* Exercise prompt *
Your answer should be the data below, reproduced with nothing changed.

*** Data excerpts Section Begins ***

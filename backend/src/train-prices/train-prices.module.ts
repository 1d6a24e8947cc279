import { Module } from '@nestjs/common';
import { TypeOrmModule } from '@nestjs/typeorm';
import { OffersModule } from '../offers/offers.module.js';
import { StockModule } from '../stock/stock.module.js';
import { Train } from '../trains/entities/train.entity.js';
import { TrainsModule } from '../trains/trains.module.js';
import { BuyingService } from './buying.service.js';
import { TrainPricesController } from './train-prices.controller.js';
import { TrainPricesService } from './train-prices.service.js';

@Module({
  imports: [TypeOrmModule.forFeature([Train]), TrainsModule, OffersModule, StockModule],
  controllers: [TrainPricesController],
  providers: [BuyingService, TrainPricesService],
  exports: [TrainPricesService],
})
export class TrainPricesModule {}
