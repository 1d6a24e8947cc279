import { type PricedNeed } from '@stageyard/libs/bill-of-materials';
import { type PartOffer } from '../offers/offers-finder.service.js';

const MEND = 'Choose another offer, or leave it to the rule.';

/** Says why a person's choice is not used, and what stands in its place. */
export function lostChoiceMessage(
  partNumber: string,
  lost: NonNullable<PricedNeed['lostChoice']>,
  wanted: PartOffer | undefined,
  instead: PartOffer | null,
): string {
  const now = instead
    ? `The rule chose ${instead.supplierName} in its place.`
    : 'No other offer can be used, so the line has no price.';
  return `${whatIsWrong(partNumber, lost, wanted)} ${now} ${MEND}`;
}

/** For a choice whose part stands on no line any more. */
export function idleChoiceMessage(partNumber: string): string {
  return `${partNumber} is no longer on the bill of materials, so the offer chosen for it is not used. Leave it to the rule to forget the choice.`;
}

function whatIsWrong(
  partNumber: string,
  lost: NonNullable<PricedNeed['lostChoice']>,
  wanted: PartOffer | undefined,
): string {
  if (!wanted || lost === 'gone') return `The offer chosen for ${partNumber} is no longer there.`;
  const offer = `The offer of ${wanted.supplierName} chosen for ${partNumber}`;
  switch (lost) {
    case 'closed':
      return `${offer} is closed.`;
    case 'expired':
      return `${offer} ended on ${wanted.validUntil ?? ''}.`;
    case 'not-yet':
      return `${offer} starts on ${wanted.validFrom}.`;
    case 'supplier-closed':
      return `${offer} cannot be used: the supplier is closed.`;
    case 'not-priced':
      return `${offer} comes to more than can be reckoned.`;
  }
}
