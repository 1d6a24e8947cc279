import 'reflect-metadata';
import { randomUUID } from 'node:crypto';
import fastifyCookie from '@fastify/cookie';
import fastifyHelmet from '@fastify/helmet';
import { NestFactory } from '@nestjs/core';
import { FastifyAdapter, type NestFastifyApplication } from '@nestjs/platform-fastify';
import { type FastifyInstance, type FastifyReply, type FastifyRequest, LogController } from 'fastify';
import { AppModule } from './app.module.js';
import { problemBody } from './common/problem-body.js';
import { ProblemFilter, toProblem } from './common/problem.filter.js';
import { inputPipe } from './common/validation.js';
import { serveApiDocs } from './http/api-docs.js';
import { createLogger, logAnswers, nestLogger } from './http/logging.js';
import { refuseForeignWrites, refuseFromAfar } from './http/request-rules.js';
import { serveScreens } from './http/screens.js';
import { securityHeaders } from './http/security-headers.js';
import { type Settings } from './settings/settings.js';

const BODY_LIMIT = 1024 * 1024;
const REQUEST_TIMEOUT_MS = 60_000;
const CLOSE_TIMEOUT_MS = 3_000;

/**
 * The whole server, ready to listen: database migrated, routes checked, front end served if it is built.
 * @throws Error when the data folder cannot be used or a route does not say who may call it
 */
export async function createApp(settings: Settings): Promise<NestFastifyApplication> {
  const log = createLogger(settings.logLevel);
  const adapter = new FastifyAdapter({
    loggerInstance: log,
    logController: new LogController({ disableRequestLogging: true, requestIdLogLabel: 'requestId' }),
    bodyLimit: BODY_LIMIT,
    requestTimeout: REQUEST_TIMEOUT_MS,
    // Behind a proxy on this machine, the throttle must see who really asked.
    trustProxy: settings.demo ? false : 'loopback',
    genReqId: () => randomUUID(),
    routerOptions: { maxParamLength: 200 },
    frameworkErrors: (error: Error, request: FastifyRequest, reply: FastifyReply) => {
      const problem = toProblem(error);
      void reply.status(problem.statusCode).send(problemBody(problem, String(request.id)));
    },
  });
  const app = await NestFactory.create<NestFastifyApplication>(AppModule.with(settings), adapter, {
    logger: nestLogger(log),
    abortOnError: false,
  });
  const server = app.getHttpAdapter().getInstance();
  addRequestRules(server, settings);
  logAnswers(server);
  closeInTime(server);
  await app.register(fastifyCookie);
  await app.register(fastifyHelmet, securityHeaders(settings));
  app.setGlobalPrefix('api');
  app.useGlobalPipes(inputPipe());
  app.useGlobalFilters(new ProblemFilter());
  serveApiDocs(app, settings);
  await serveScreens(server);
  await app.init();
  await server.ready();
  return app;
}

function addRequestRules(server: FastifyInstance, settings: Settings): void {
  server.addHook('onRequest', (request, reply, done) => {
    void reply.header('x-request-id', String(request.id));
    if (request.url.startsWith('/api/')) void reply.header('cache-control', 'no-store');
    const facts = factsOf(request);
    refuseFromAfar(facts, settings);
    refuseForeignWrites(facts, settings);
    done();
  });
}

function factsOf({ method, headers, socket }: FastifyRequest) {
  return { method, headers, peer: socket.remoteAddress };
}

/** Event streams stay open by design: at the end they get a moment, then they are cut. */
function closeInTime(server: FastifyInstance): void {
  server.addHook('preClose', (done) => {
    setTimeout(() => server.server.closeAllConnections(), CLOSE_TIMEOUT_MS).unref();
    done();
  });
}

*** Data excerpts Section Ends ***

* Result of this exercise *
filename backend/src/train-prices/train-prices.module.ts
repository 1d6a24e8947cc279
import { Module } from '@nestjs/common';
import { TypeOrmModule } from '@nestjs/typeorm';
import { OffersModule } from '../offers/offers.module.js';
import { StockModule } from '../stock/stock.module.js';
import { Train } from '../trains/entities/train.entity.js';
import { TrainsModule } from '../trains/trains.module.js';
import { BuyingService } from './buying.service.js';
import { TrainPricesController } from './train-prices.controller.js';
import { TrainPricesService } from './train-prices.service.js';

@Module({
  imports: [TypeOrmModule.forFeature([Train]), TrainsModule, OffersModule, StockModule],
  controllers: [TrainPricesController],
  providers: [BuyingService, TrainPricesService],
  exports: [TrainPricesService],
})
export class TrainPricesModule {}
repository 1d6a24e8947cc279
import { type PricedNeed } from '@stageyard/libs/bill-of-materials';
import { type PartOffer } from '../offers/offers-finder.service.js';

const MEND = 'Choose another offer, or leave it to the rule.';

/** Says why a person's choice is not used, and what stands in its place. */
export function lostChoiceMessage(
  partNumber: string,
  lost: NonNullable<PricedNeed['lostChoice']>,
  wanted: PartOffer | undefined,
  instead: PartOffer | null,
): string {
  const now = instead
    ? `The rule chose ${instead.supplierName} in its place.`
    : 'No other offer can be used, so the line has no price.';
  return `${whatIsWrong(partNumber, lost, wanted)} ${now} ${MEND}`;
}

/** For a choice whose part stands on no line any more. */
export function idleChoiceMessage(partNumber: string): string {
  return `${partNumber} is no longer on the bill of materials, so the offer chosen for it is not used. Leave it to the rule to forget the choice.`;
}

function whatIsWrong(
  partNumber: string,
  lost: NonNullable<PricedNeed['lostChoice']>,
  wanted: PartOffer | undefined,
): string {
  if (!wanted || lost === 'gone') return `The offer chosen for ${partNumber} is no longer there.`;
  const offer = `The offer of ${wanted.supplierName} chosen for ${partNumber}`;
  switch (lost) {
    case 'closed':
      return `${offer} is closed.`;
    case 'expired':
      return `${offer} ended on ${wanted.validUntil ?? ''}.`;
    case 'not-yet':
      return `${offer} starts on ${wanted.validFrom}.`;
    case 'supplier-closed':
      return `${offer} cannot be used: the supplier is closed.`;
    case 'not-priced':
      return `${offer} comes to more than can be reckoned.`;
  }
}
repository 1d6a24e8947cc279
import 'reflect-metadata';
import { randomUUID } from 'node:crypto';
import fastifyCookie from '@fastify/cookie';
import fastifyHelmet from '@fastify/helmet';
import { NestFactory } from '@nestjs/core';
import { FastifyAdapter, type NestFastifyApplication } from '@nestjs/platform-fastify';
import { type FastifyInstance, type FastifyReply, type FastifyRequest, LogController } from 'fastify';
import { AppModule } from './app.module.js';
import { problemBody } from './common/problem-body.js';
import { ProblemFilter, toProblem } from './common/problem.filter.js';
import { inputPipe } from './common/validation.js';
import { serveApiDocs } from './http/api-docs.js';
import { createLogger, logAnswers, nestLogger } from './http/logging.js';
import { refuseForeignWrites, refuseFromAfar } from './http/request-rules.js';
import { serveScreens } from './http/screens.js';
import { securityHeaders } from './http/security-headers.js';
import { type Settings } from './settings/settings.js';

const BODY_LIMIT = 1024 * 1024;
const REQUEST_TIMEOUT_MS = 60_000;
const CLOSE_TIMEOUT_MS = 3_000;

/**
 * The whole server, ready to listen: database migrated, routes checked, front end served if it is built.
 * @throws Error when the data folder cannot be used or a route does not say who may call it
 */
export async function createApp(settings: Settings): Promise<NestFastifyApplication> {
  const log = createLogger(settings.logLevel);
  const adapter = new FastifyAdapter({
    loggerInstance: log,
    logController: new LogController({ disableRequestLogging: true, requestIdLogLabel: 'requestId' }),
    bodyLimit: BODY_LIMIT,
    requestTimeout: REQUEST_TIMEOUT_MS,
    // Behind a proxy on this machine, the throttle must see who really asked.
    trustProxy: settings.demo ? false : 'loopback',
    genReqId: () => randomUUID(),
    routerOptions: { maxParamLength: 200 },
    frameworkErrors: (error: Error, request: FastifyRequest, reply: FastifyReply) => {
      const problem = toProblem(error);
      void reply.status(problem.statusCode).send(problemBody(problem, String(request.id)));
    },
  });
  const app = await NestFactory.create<NestFastifyApplication>(AppModule.with(settings), adapter, {
    logger: nestLogger(log),
    abortOnError: false,
  });
  const server = app.getHttpAdapter().getInstance();
  addRequestRules(server, settings);
  logAnswers(server);
  closeInTime(server);
  await app.register(fastifyCookie);
  await app.register(fastifyHelmet, securityHeaders(settings));
  app.setGlobalPrefix('api');
  app.useGlobalPipes(inputPipe());
  app.useGlobalFilters(new ProblemFilter());
  serveApiDocs(app, settings);
  await serveScreens(server);
  await app.init();
  await server.ready();
  return app;
}

function addRequestRules(server: FastifyInstance, settings: Settings): void {
  server.addHook('onRequest', (request, reply, done) => {
    void reply.header('x-request-id', String(request.id));
    if (request.url.startsWith('/api/')) void reply.header('cache-control', 'no-store');
    const facts = factsOf(request);
    refuseFromAfar(facts, settings);
    refuseForeignWrites(facts, settings);
    done();
  });
}

function factsOf({ method, headers, socket }: FastifyRequest) {
  return { method, headers, peer: socket.remoteAddress };
}

/** Event streams stay open by design: at the end they get a moment, then they are cut. */
function closeInTime(server: FastifyInstance): void {
  server.addHook('preClose', (done) => {
    setTimeout(() => server.server.closeAllConnections(), CLOSE_TIMEOUT_MS).unref();
    done();
  });
}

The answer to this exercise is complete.